> WHAT THE TASK REQUIRES:
Which lines of the data include the string "facts"? List them all.

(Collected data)
# # # # # # #

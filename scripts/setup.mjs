/** What every command does first: check Node, install the workspace's packages when they changed. Node's own modules only. */
import { createHash } from "node:crypto";
import fs from "node:fs";
import path from "node:path";
import { pnpm } from "./pnpm.mjs";
import { ProgramFailed, projectDir, withLock } from "./processes.mjs";

/** A sentence for the person at the terminal; printed without a stack. */
export class PlainError extends Error {}

/** @throws {PlainError} when this Node is older than package.json asks for */
export function checkNode() {
  const manifest = JSON.parse(fs.readFileSync(path.join(projectDir, "package.json"), "utf8"));
  const needed = /(\d+)\.(\d+)\.(\d+)/.exec(manifest.engines.node)?.slice(1).map(Number) ?? [];
  const have = process.versions.node.split(".").map(Number);
  for (let i = 0; i < 3; i += 1) {
    if ((have[i] ?? 0) > (needed[i] ?? 0)) return;
    if ((have[i] ?? 0) < (needed[i] ?? 0)) {
      throw new PlainError(
        `Wavekeep needs Node ${needed.join(".")} or newer; this is Node ${process.versions.node}. Install a newer Node and run the command again.`,
      );
    }
  }
}

/** Workspace packages, as folder names under packages/. */
export function workspacePackages() {
  const folder = path.join(projectDir, "packages");
  return fs
    .readdirSync(folder)
    .filter((name) => fs.existsSync(path.join(folder, name, "package.json")))
    .sort();
}

/** Fingerprint of everything that decides what an install brings. */
function installFingerprint() {
  const files = [
    "package.json",
    "pnpm-lock.yaml",
    "pnpm-workspace.yaml",
    ...workspacePackages().map((name) => `packages/${name}/package.json`),
  ];
  const hash = createHash("sha256").update(`${process.version} ${process.platform} ${process.arch}`);
  for (const file of files) hash.update(`\0${file}\0`).update(fs.readFileSync(path.join(projectDir, file)));
  return hash.digest("hex");
}

/** True when node_modules is what the manifests and the lock file ask for. */
export function isInstalled() {
  const stamp = path.join(projectDir, "node_modules", ".install-stamp");
  return (
    fs.existsSync(stamp) &&
    fs.readFileSync(stamp, "utf8") === installFingerprint() &&
    workspacePackages().every((name) => fs.existsSync(path.join(projectDir, "packages", name, "node_modules")))
  );
}

/**
 * Install the workspace's packages when a manifest or the lock file changed since the last install.
 * Several commands may ask at once: one installs, the others wait for it.
 *
 * @param {(line: string) => void} [onLine] progress, a line at a time
 * @returns {Promise<boolean>} whether something was installed
 * @throws {PlainError} when the packages cannot be fetched
 */
export async function ensureInstall(onLine = () => {}) {
  if (isInstalled()) return false;
  return withLock(
    path.join(projectDir, ".tmp", "install.lock"),
    async () => {
      if (isInstalled()) return false;
      const stamp = path.join(projectDir, "node_modules", ".install-stamp");
      fs.rmSync(stamp, { force: true });
      try {
        await pnpm(["install", "--frozen-lockfile", "--prefer-offline", "--reporter=append-only"], {
          onLine: (line) => {
            if (/^\s*(Progress|Downloading|Done|WARN|ERR|✓|\?)/.test(line)) onLine(line);
          },
        });
      } catch (error) {
        throw new PlainError(
          `The packages could not be installed. Nothing else was changed. Check that npm can reach its registry and run the command again.\n${error instanceof ProgramFailed ? error.output.trim() : error}`,
        );
      }
      fs.writeFileSync(stamp, installFingerprint());
      return true;
    },
    (pid) => onLine(`waiting: process ${pid} is installing the packages`),
  );
}

/**
 * Run a command's main function; plain errors and failed programs end it with their sentence, others with their stack.
 *
 * @param {() => Promise<number | void>} main returns the exit code (none: 0)
 */
export async function runCommand(main) {
  try {
    checkNode();
    process.exitCode = (await main()) ?? 0;
  } catch (error) {
    const isPlain = error instanceof PlainError || error instanceof ProgramFailed;
    process.stderr.write(`\n${isPlain ? error.message : /** @type {Error} */ (error).stack}\n`);
    process.exitCode = 1;
  }
}
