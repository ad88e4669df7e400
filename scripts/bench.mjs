/**
 * `npm run bench`: times of the two commands, cold (a fresh clone, an empty home folder) and warm, as rows for
 * docs/figures.md. `npm run bench -- start` measures npm start alone, `-- test` npm test alone, `-- analyse` the measuring core beside
 * general-purpose packages that do the same job.
 */
import { spawn } from "node:child_process";
import { once } from "node:events";
import fs from "node:fs";
import os from "node:os";
import path from "node:path";
import { pathToFileURL } from "node:url";
import { cleanEnvironment, freePort, projectDir, runProgram } from "./processes.mjs";
import { ensureInstall, runCommand } from "./setup.mjs";

const chosen = process.argv[2] ?? "all";
const scratch = fs.mkdtempSync(path.join(os.tmpdir(), "wavekeep-bench-"));
fs.chmodSync(scratch, 0o755);

await runCommand(async () => {
  if (chosen === "analyse") {
    fs.rmSync(scratch, { recursive: true, force: true });
    await ensureInstall();
    const { ensureCommand } = await import("./build.mjs");
    const { main } = await import(
      pathToFileURL(await ensureCommand("scripts/bench-analyse", ["tests/validation"])).href
    );
    return main();
  }
  const clone = path.join(scratch, "wavekeep");
  const home = path.join(scratch, "home");
  fs.mkdirSync(home);
  // Where packages come from is the machine's matter: the settings are read where they are, nothing is carried over.
  process.env["npm_config_userconfig"] ??= path.join(os.homedir(), ".npmrc");
  try {
    await runProgram("git", ["clone", "--quiet", "--depth", "1", `file://${projectDir}`, clone]);
    process.stdout.write(
      `${os.cpus().length} cores (${os.cpus()[0]?.model ?? "unknown"}), ${Math.round(os.totalmem() / 2 ** 30)} GiB, Node ${process.versions.node}\n\n| what | time |\n| --- | --- |\n`,
    );
    if (chosen !== "test") await measureStart(clone, home);
    if (chosen !== "start") await measureTest(clone, home);
  } finally {
    fs.rmSync(scratch, { recursive: true, force: true });
  }
});

/**
 * @param {string} what
 * @param {number} begun from performance.now()
 */
function row(what, begun) {
  process.stdout.write(`| ${what} | ${((performance.now() - begun) / 1000).toFixed(1)} s |\n`);
}

/**
 * @param {string} clone
 * @param {string} home
 */
async function measureStart(clone, home) {
  const port = String(await freePort());
  for (const which of ["cold", "second"]) {
    const begun = performance.now();
    const child = spawn("npm", ["start"], {
      cwd: clone,
      env: cleanEnvironment({ HOME: home, PORT: port, WAVEKEEP_DATA_DIR: undefined }),
      stdio: ["ignore", "pipe", "inherit"],
    });
    const ended = once(child, "exit");
    let output = "";
    await new Promise((resolve, reject) => {
      child.stdout.on("data", (chunk) => {
        output += chunk;
        if (output.includes("Wavekeep is ready")) resolve(undefined);
      });
      child.once("exit", () => reject(new Error(`npm start ended:\n${output}`)));
    });
    row(`npm start, ${which}, until ready`, begun);
    const stopping = performance.now();
    child.kill("SIGINT");
    await ended;
    row(`npm start, ${which}, Ctrl-C until all is stopped`, stopping);
  }
}

/**
 * @param {string} clone
 * @param {string} home
 */
async function measureTest(clone, home) {
  for (const which of ["first", "second"]) {
    const begun = performance.now();
    const { output } = await runProgram("npm", ["test"], {
      cwd: clone,
      env: cleanEnvironment({ HOME: home }),
      allowFailure: true,
    });
    row(`npm test, ${which}: ${output.trimEnd().split("\n").at(-1)}`, begun);
  }
}
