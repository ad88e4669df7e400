/** A stored entry as people read it. */
import type { ChainState, TrailEntry } from "../contract/records.ts";
import { entryShape } from "../contract/records.ts";
import type { EntryRow } from "./queries.ts";
import { sentenceOf } from "./sentences.ts";
import type { TrailDocument } from "./trail.ts";
import type { VerifiedChain } from "./verify.ts";

/** Page of the client that shows a subject; null where there is none. */
function pageOf(document: TrailDocument): string | null {
  const { kind, id, instrument, check } = document.about;
  if (kind === "instrument") return `/instruments/${id}`;
  if (kind === "source") return `/sources/${id}`;
  if (kind === "check") return `/checks/${id}`;
  if (kind === "impact-review") return `/impact/${id}`;
  if (kind === "alert") return "/alerts";
  if (kind === "line-list") return "/sources/lines";
  if (check !== null) return `/checks/${check}`;
  if (instrument !== null) return `/instruments/${instrument}`;
  return null;
}

const asRecord = (value: unknown): Record<string, unknown> | null =>
  typeof value === "object" && value !== null && !Array.isArray(value) ? (value as Record<string, unknown>) : null;

export function presentEntry(row: EntryRow): TrailEntry {
  const document = JSON.parse(row.canonical) as TrailDocument;
  const personal = row.personal ?? {};
  const label = document.about.label ?? personal["about"] ?? "—";
  return {
    number: row.number,
    at: row.at.toISOString(),
    shape: entryShape.catch("person").parse(row.shape),
    action: row.action,
    actor: document.actor.id === null ? "Wavekeep" : (personal["actor"] ?? "somebody whose name was disposed of"),
    actorRole: document.actor.role,
    sentence: sentenceOf(document, personal),
    about: label === "" ? null : { label, to: pageOf(document) },
    hash: row.hash,
    previousHash: row.previousHash,
    before: asRecord(document.before),
    after: asRecord(document.after),
    why: document.why,
    demo: row.demo,
  };
}

/** Digits in threes with narrow no-break spaces. */
const grouped = (count: number): string => String(count).replace(/\B(?=(\d{3})+$)/g, "\u202f");

const dateIn = (zone: string, at: Date): string =>
  new Intl.DateTimeFormat("en-GB", { timeZone: zone, day: "numeric", month: "long", year: "numeric" }).format(at);

export function chainSentence(chain: VerifiedChain, zone: string): string {
  if (chain.entryCount === 0 || chain.firstAt === null) return "The trail is empty.";
  const entries = chain.entryCount === 1 ? "1 entry" : `${grouped(chain.entryCount)} entries`;
  const [first] = chain.breaks;
  if (first === undefined) return `The chain holds: ${entries} since ${dateIn(zone, chain.firstAt)}.`;
  return `The chain does not hold: at entry ${grouped(first.number)}, ${first.what}.`;
}

export function presentChain(
  chain: VerifiedChain,
  facts: { zone: string; checkedAt: Date; keyFingerprint: string; checks: number; attempts: number },
): ChainState {
  return {
    whole: chain.breaks.length === 0,
    sentence: chainSentence(chain, facts.zone),
    entryCount: chain.entryCount,
    checkedAt: facts.checkedAt.toISOString(),
    firstAt: chain.firstAt?.toISOString() ?? null,
    lastAt: chain.lastAt?.toISOString() ?? null,
    signatureCount: chain.signatureCount,
    signaturesValid: chain.signaturesValid,
    attemptCount: facts.attempts,
    checkCount: facts.checks,
    head: chain.head,
    headSignedAt: chain.headSignedAt?.toISOString() ?? null,
    keyFingerprint: facts.keyFingerprint,
    breaks: chain.breaks,
  };
}
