/** Records: the trail read as sentences, whether its chain holds, and the daily signature over its head. */
import type { z } from "zod";
import type { trailQuery } from "../contract/records.ts";
import { asWavekeep, inLab, recordNow, type Context } from "../db/tenancy.ts";
import { problem } from "../http/problem.ts";
import { findLab } from "../labs/queries.ts";
import { queueMail } from "../mail/outbox.ts";
import { headMail } from "../mail/texts.ts";
import { listMembers } from "../people/queries.ts";
import type { Services } from "../services.ts";
import { presentChain, presentEntry } from "./present.ts";
import * as queries from "./queries.ts";
import { storeSignedHead, writeTrail } from "./trail.ts";
import { verifyChain } from "./verify.ts";

/** Entries, newest first, a page at a time. */
export function listTrail({ db }: Services, ctx: Context, query: z.output<typeof trailQuery>) {
  const { after, limit, ...filter } = query;
  const below = after === undefined ? undefined : Number(after);
  if (below !== undefined && (!Number.isSafeInteger(below) || below < 1))
    throw problem("invalid-input", "This page of the trail does not exist. Begin at the newest entry.");
  return inLab(db, ctx, async (tx) => {
    const rows = await queries.listEntries(tx, { ...filter, below }, ctx.zone, limit + 1);
    const shown = rows.slice(0, limit);
    return { items: shown.map(presentEntry), next: rows.length > limit ? String(shown.at(-1)!.number) : null };
  });
}

export const trailDays = ({ db }: Services, ctx: Context) =>
  inLab(db, ctx, async (tx) => ({ days: await queries.listDays(tx, ctx.zone), kinds: await queries.listKinds(tx) }));

/** The whole chain, verified now. */
export async function readChain({ db, signer }: Services, ctx: Context) {
  const chain = await verifyChain(db, ctx, signer);
  return inLab(db, ctx, async (tx) => {
    const counts = await queries.countChecksAndAttempts(tx);
    return presentChain(chain, {
      zone: ctx.zone,
      checkedAt: await recordNow(tx),
      keyFingerprint: signer.fingerprint,
      ...counts,
    });
  });
}

/**
 * Sign the head of a lab's chain and mail it to the managers and to the address the lab names: once a day of the lab's
 * zone, and only when the chain grew by more than the last signature's own entry.
 *
 * @returns whether a head was signed
 */
export function signDailyHead(services: Services, lab: Parameters<typeof asWavekeep>[0]): Promise<boolean> {
  const { db, jobs, signer } = services;
  const ctx = asWavekeep(lab);
  return inLab(db, ctx, async (tx) => {
    const now = await recordNow(tx);
    const today = dayOf(now, ctx.zone);
    const [head, last] = [await queries.findOptionalLastEntry(tx), await queries.findOptionalLastDailyHead(tx)];
    if (head === null || (last !== null && (dayOf(last.signedAt, ctx.zone) === today || last.number >= head.number)))
      return false;
    const row = await findLab(tx, ctx.labId);
    const managers = (await listMembers(tx)).filter(
      (member) => member.endedAt === null && member.roles.includes("manager"),
    );
    const mail = headMail({
      labName: row.name,
      number: head.number,
      hash: head.hash,
      at: head.at.toISOString(),
      fingerprint: signer.fingerprint,
      signature: signer.sign(ctx.labId, head.number, head.hash),
    });
    for (const manager of managers)
      await queueMail(tx, ctx, jobs, {
        to: { personId: manager.id },
        ...mail,
        causeKey: `head:${today}:${manager.id}`,
      });
    if (row.headMail !== null)
      await queueMail(tx, ctx, jobs, { to: { address: row.headMail }, ...mail, causeKey: `head:${today}:outside` });
    const written = await writeTrail(tx, ctx, {
      action: "head.signed",
      about: { kind: "head", id: head.hash, label: `entry ${head.number}` },
      after: { number: head.number, hash: head.hash, keyFingerprint: signer.fingerprint },
    });
    await storeSignedHead(tx, ctx.labId, written, signer, "daily");
    return true;
  });
}

/** Date in a zone, yyyy-mm-dd. */
const dayOf = (at: Date, zone: string): string =>
  new Intl.DateTimeFormat("en-CA", { timeZone: zone, year: "numeric", month: "2-digit", day: "2-digit" }).format(at);
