/** Bundles programs that run in Node, with esbuild. */
import fs from "node:fs";
import path from "node:path";
import { build } from "esbuild";
import { projectDir } from "./processes.mjs";

/** @type {import("esbuild").BuildOptions} */
const forNode = { bundle: true, platform: "node", target: "node20", format: "esm", logLevel: "warning" };
const apiDir = path.join(projectDir, "packages/api");

/**
 * Programs of packages/api.
 *
 * @param {Record<string, string>} programs name in the build -> source relative to packages/api/src
 * @param {string} outdir below packages/api, where the api's packages are found at run time
 */
export async function bundleServerPrograms(programs, outdir) {
  const { dependencies } = JSON.parse(fs.readFileSync(path.join(apiDir, "package.json"), "utf8"));
  // The api's own dependencies stay packages; the core is bundled, and whatever only the core depends on with it.
  const external = Object.keys(dependencies)
    .filter((name) => !name.startsWith("@wavekeep/"))
    .flatMap((name) => [name, `${name}/*`]);
  await build({
    ...forNode,
    absWorkingDir: apiDir,
    entryPoints: Object.fromEntries(Object.entries(programs).map(([name, file]) => [name, path.join("src", file)])),
    outdir,
    external,
    sourcemap: true,
  });
}

/**
 * One program that stands on the core alone, with everything it needs in one file.
 *
 * @param {string} entry relative to the project
 * @param {string} outfile
 */
export async function bundleCommand(entry, outfile) {
  await build({ ...forNode, absWorkingDir: projectDir, entryPoints: [entry], outfile });
}
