import { routes } from "../contract/routes.ts";
import { mount, type Api } from "../http/mount.ts";
import type { Services } from "../services.ts";
import { listTrail, readChain, trailDays } from "./service.ts";

export function mountRecords(api: Api, services: Services): void {
  mount(api, routes.listTrail, ({ ctx, query }) => listTrail(services, ctx, query));
  mount(api, routes.trailDays, ({ ctx }) => trailDays(services, ctx));
  mount(api, routes.readChain, ({ ctx }) => readChain(services, ctx));
}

# # # # # # #

> SOLUTION BELOW:
  facts: { zone: string; checkedAt: Date; keyFingerprint: string; checks: number; attempts: number },
    sentence: chainSentence(chain, facts.zone),
    checkedAt: facts.checkedAt.toISOString(),
    attemptCount: facts.attempts,
    checkCount: facts.checks,
    keyFingerprint: facts.keyFingerprint,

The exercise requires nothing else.